*** Material to process ***

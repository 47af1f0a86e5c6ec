// Orbits between the API and the solver: a request's state or elements -> the solver's input
// (degrees -> radians, ISO -> TT), and the solver's solution -> the /v1/orbit answer.
import { BODIES, type CentralBody } from '../solver/bodies/bodies.js';
import { elementsToState, orbitTypeOf, type ElementsInput as SolverElementsInput } from '../solver/conic/elements.js';
import type { OrbitSolution } from '../solver/conic/orbit.js';
import { DEG, RAD, SECONDS_PER_DAY } from '../solver/core/math.js';
import { failure, success, type Outcome } from '../solver/core/result.js';
import type { Vec3 } from '../solver/core/vec3.js';
import { END_OF_SUPPORTED_RANGE_TT, formatUtcIso } from '../solver/time/time.js';
import type { OrbitAnswer, OrbitInputFields } from '../schemas/orbit.js';
import type { OrbitPlaneInput } from '../formats/svg/orbit-plane.js';
import { ProblemError } from '../errors.js';
import type { FrameOptions } from '../solver/earth/frames.js';
import { stateToGcrf } from '../solver/earth/state-frames.js';
import type { Sgp4ElementSet } from '../solver/propagation/sgp4.js';
import { describeBody } from './body.js';
import { catalogInitialState } from './catalog.js';
import { ephemerisInitialState, ephemerisOrbit, type EphemerisOrbit } from './ephemeris.js';
import { epochTT } from './epoch.js';

export type SolverOrbitInput = { r: Vec3; v: Vec3 } | { elements: SolverElementsInput };

/**
 * The solver's input for a validated request whose epochs are already in UTC (utcScenario):
 * degrees -> radians, and a state in another frame brought to GCRF at its epoch (Earth-fixed
 * states with the Earth orientation of `frame`).
 */
export function orbitSolverInput(req: OrbitInputFields, body: CentralBody, frame: FrameOptions = {}): { epochTT: number; input: SolverOrbitInput } {
  if (req.state) {
    const s = req.state;
    const t = epochTT(s.epoch);
    if ((s.frame === 'itrf' || s.frame === 'teme') && body !== BODIES.earth) throw new ProblemError('unsupported-frame', `an ${s.frame} state (${s.frame === 'itrf' ? 'Earth-fixed' : 'an Earth frame'}) needs the built-in centralBody "earth"`);
    const g = stateToGcrf(s.frame, t, s.position, s.velocity, frame);
    return { epochTT: t, input: { r: g.r, v: g.v } };
  }
  const el = req.elements!;
  return {
    epochTT: epochTT(el.epoch),
    input: {
      elements: {
        ...(el.semiMajorAxis !== undefined ? { semiMajorAxis: el.semiMajorAxis } : {}),
        ...(el.semiLatusRectum !== undefined ? { semiLatusRectum: el.semiLatusRectum } : {}),
        eccentricity: el.eccentricity,
        inclination: el.inclination * DEG,
        raan: el.raan * DEG,
        argPeriapsis: el.argPeriapsis * DEG,
        ...(el.trueAnomaly !== undefined ? { trueAnomaly: el.trueAnomaly * DEG } : {}),
        // The parabolic mean anomaly is dimensionless: no degree conversion.
        ...(el.meanAnomaly !== undefined ? { meanAnomaly: orbitTypeOf(el.eccentricity) === 'parabolic' ? el.meanAnomaly : el.meanAnomaly * DEG } : {}),
      },
    },
  };
}

/** The initial state of an orbit and what its model runs from besides (catalogue set, ephemeris). */
export interface InitialState {
  readonly r: Vec3;
  readonly v: Vec3;
  readonly epochTT: number;
  readonly sgp4?: Sgp4ElementSet | undefined;
  readonly ephemeris?: EphemerisOrbit | undefined;
}

/**
 * The initial Cartesian state of a request's orbit (state given, elements converted, a
 * catalogue element set run through SGP4 to its epoch, then `sgp4` carries the set, or an
 * ephemeris's first node, then `ephemeris` carries it).
 */
export function initialState(body: CentralBody, req: OrbitInputFields & { model?: string }, frame: FrameOptions = {}): Outcome<InitialState> {
  const eph = ephemerisOrbit(req, body, frame);
  if (eph) return success({ ...ephemerisInitialState(eph), ephemeris: eph });
  const catalog = catalogInitialState(body, req, req.model ?? '');
  if (catalog) return catalog;
  const { epochTT: epoch, input } = orbitSolverInput(req, body, frame);
  if ('r' in input) {
    if (input.r.every((x) => x === 0)) return failure('zero-position', 'the position vector is zero');
    return success({ r: input.r, v: input.v, epochTT: epoch });
  }
  const state = elementsToState(input.elements, body.gm);
  return state.ok ? success({ r: state.value.r, v: state.value.v, epochTT: epoch }) : state;
}

const deg = (rad: number): number => rad * RAD;
const degPerDay = (radPerS: number): number => radPerS * RAD * SECONDS_PER_DAY;

/** Solver solution -> API answer (radians -> degrees, seconds-after-epoch -> ISO epochs). */
export function toOrbitAnswer(s: OrbitSolution, body: CentralBody, epoch: number, scenarioHash: string): OrbitAnswer {
  // A passage beyond the supported calendar (after 2199) is reported as null, like one that does not exist.
  const passage = (seconds: number | null): string | null =>
    seconds === null || !(epoch + seconds < END_OF_SUPPORTED_RANGE_TT) ? null : formatUtcIso(epoch + seconds);
  const apsis = (a: OrbitSolution['apsides']['periapsis']) => ({
    radius: a.radius,
    altitude: a.altitude,
    speed: a.speed,
    nextPassage: passage(a.secondsToNextPassage),
  });
  const e = s.elements;
  // Parabolic anomalies and mean motion are dimensionless (per second): reported as they are.
  const parabolic = e.orbitType === 'parabolic';
  const anomaly = (x: number): number => (parabolic ? x : deg(x));
  return {
    scenarioHash,
    centralBody: describeBody(body),
    epoch: formatUtcIso(epoch),
    orbitType: e.orbitType,
    state: { frame: 'gcrf', position: [...s.position], velocity: [...s.velocity] },
    elements: {
      semiMajorAxis: e.semiMajorAxis,
      eccentricity: e.eccentricity,
      inclination: deg(e.inclination),
      raan: deg(e.raan),
      argPeriapsis: deg(e.argPeriapsis),
      trueAnomaly: deg(e.trueAnomaly),
      eccentricAnomaly: anomaly(e.eccentricAnomaly),
      meanAnomaly: anomaly(e.meanAnomaly),
      semiLatusRectum: e.semiLatusRectum,
      argumentOfLatitude: deg(e.argLatitude),
      trueLongitude: deg(e.trueLongitude),
      longitudeOfPeriapsis: deg(e.longitudeOfPeriapsis),
      raanDefined: e.raanDefined,
      argPeriapsisDefined: e.argPeriapsisDefined,
    },
    apsides: { periapsis: apsis(s.apsides.periapsis), apoapsis: s.apsides.apoapsis ? apsis(s.apsides.apoapsis) : null },
    period: s.periodS,
    meanMotion: anomaly(s.meanMotion),
    specificEnergy: s.specificEnergy,
    specificAngularMomentum: { vector: [...s.specificAngularMomentum], magnitude: s.specificAngularMomentumMagnitude },
    eccentricityVector: [...s.eccentricityVector],
    flightPathAngle: deg(s.flightPathAngle),
    radius: s.radius,
    speed: s.speed,
    intersectsBody: body.radius === undefined ? null : s.apsides.periapsis.radius < body.radius,
    j2: s.j2
      ? {
        raanRate: degPerDay(s.j2.raanRateRadS),
        argPeriapsisRate: degPerDay(s.j2.argPeriapsisRateRadS),
        meanAnomalyRate: degPerDay(s.j2.meanAnomalyRateRadS),
        sunSynchronous: s.j2.sunSynchronous,
        sunSynchronousInclination: s.j2.sunSynchronousInclination === null ? null : deg(s.j2.sunSynchronousInclination),
      }
      : null,
  };
}

/** What the orbit plot draws, from the answer (API units: km, degrees). */
export function orbitPlotInput(answer: OrbitAnswer): OrbitPlaneInput {
  const el = answer.elements;
  return {
    bodyName: answer.centralBody.name,
    bodyRadius: answer.centralBody.radius,
    orbitType: answer.orbitType,
    eccentricity: el.eccentricity,
    semiLatusRectum: el.semiLatusRectum,
    argPeriapsis: el.argPeriapsis,
    trueAnomaly: el.trueAnomaly,
    inclination: el.inclination,
    raanDefined: el.raanDefined,
    periapsisRadius: answer.apsides.periapsis.radius,
    apoapsisRadius: answer.apsides.apoapsis?.radius ?? null,
  };
}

*** End of Material to process ***

### Brief
Filter the records for the string "radians" and copy every line that holds it.

### Answer area
// (degrees -> radians, ISO -> TT), and the solver's solution -> the /v1/orbit answer.
 * degrees -> radians, and a state in another frame brought to GCRF at its epoch (Earth-fixed
/** Solver solution -> API answer (radians -> degrees, seconds-after-epoch -> ISO epochs). */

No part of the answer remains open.